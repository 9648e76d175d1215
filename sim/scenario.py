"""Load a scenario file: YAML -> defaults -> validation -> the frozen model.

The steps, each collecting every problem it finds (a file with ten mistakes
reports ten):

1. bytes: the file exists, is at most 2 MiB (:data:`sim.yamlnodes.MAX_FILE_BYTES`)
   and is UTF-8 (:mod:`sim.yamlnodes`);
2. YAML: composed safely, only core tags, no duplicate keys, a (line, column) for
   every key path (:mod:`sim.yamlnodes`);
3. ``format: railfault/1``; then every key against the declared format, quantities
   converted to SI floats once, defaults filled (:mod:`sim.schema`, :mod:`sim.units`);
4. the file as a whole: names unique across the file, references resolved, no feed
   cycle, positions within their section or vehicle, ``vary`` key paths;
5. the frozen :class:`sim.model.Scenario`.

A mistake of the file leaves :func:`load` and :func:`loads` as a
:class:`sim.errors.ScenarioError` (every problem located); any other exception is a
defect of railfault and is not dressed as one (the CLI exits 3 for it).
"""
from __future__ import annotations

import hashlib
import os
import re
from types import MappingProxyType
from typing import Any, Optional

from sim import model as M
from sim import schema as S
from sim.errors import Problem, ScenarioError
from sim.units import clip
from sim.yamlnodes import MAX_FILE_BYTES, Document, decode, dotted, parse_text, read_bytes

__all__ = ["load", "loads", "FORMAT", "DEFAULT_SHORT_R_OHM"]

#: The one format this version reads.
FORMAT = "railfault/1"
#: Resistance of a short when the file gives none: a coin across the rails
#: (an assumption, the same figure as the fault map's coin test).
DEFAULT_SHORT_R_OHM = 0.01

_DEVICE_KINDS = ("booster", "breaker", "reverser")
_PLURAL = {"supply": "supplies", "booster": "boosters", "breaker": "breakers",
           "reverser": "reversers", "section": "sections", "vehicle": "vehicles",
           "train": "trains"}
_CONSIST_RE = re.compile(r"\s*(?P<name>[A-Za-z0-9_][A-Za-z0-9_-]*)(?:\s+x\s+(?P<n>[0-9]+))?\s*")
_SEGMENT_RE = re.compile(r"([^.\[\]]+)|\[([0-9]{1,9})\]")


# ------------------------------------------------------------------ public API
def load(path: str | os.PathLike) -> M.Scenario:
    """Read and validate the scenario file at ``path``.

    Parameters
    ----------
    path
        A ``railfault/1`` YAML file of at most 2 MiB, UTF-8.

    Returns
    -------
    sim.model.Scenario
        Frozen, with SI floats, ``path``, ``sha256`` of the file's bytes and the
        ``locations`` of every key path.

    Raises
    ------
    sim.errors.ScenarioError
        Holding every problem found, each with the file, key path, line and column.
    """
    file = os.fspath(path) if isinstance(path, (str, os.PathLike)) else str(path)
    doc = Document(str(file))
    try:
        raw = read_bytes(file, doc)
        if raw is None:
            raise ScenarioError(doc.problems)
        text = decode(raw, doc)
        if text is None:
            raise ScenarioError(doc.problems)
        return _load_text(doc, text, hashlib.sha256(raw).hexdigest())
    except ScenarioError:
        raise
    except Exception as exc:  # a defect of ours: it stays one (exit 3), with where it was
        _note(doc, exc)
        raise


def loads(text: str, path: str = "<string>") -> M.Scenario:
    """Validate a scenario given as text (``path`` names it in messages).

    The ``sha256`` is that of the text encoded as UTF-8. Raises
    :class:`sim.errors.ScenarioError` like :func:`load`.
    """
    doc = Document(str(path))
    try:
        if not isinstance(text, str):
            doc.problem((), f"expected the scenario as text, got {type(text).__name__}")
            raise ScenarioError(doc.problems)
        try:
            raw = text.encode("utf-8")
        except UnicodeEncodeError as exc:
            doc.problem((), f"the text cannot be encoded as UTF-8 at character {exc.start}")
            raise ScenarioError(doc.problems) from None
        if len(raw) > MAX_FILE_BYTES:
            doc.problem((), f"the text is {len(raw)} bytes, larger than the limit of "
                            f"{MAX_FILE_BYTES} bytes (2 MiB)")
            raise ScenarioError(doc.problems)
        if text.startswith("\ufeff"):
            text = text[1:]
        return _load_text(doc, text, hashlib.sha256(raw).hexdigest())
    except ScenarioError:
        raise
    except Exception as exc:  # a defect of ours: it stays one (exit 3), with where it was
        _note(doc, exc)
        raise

.....

-- YOUR OBJECTIVE --
Go line by line through the data, copying each one that contains the word "column".

-- RESPONSE BOX --
2. YAML: composed safely, only core tags, no duplicate keys, a (line, column) for
        Holding every problem found, each with the file, key path, line and column.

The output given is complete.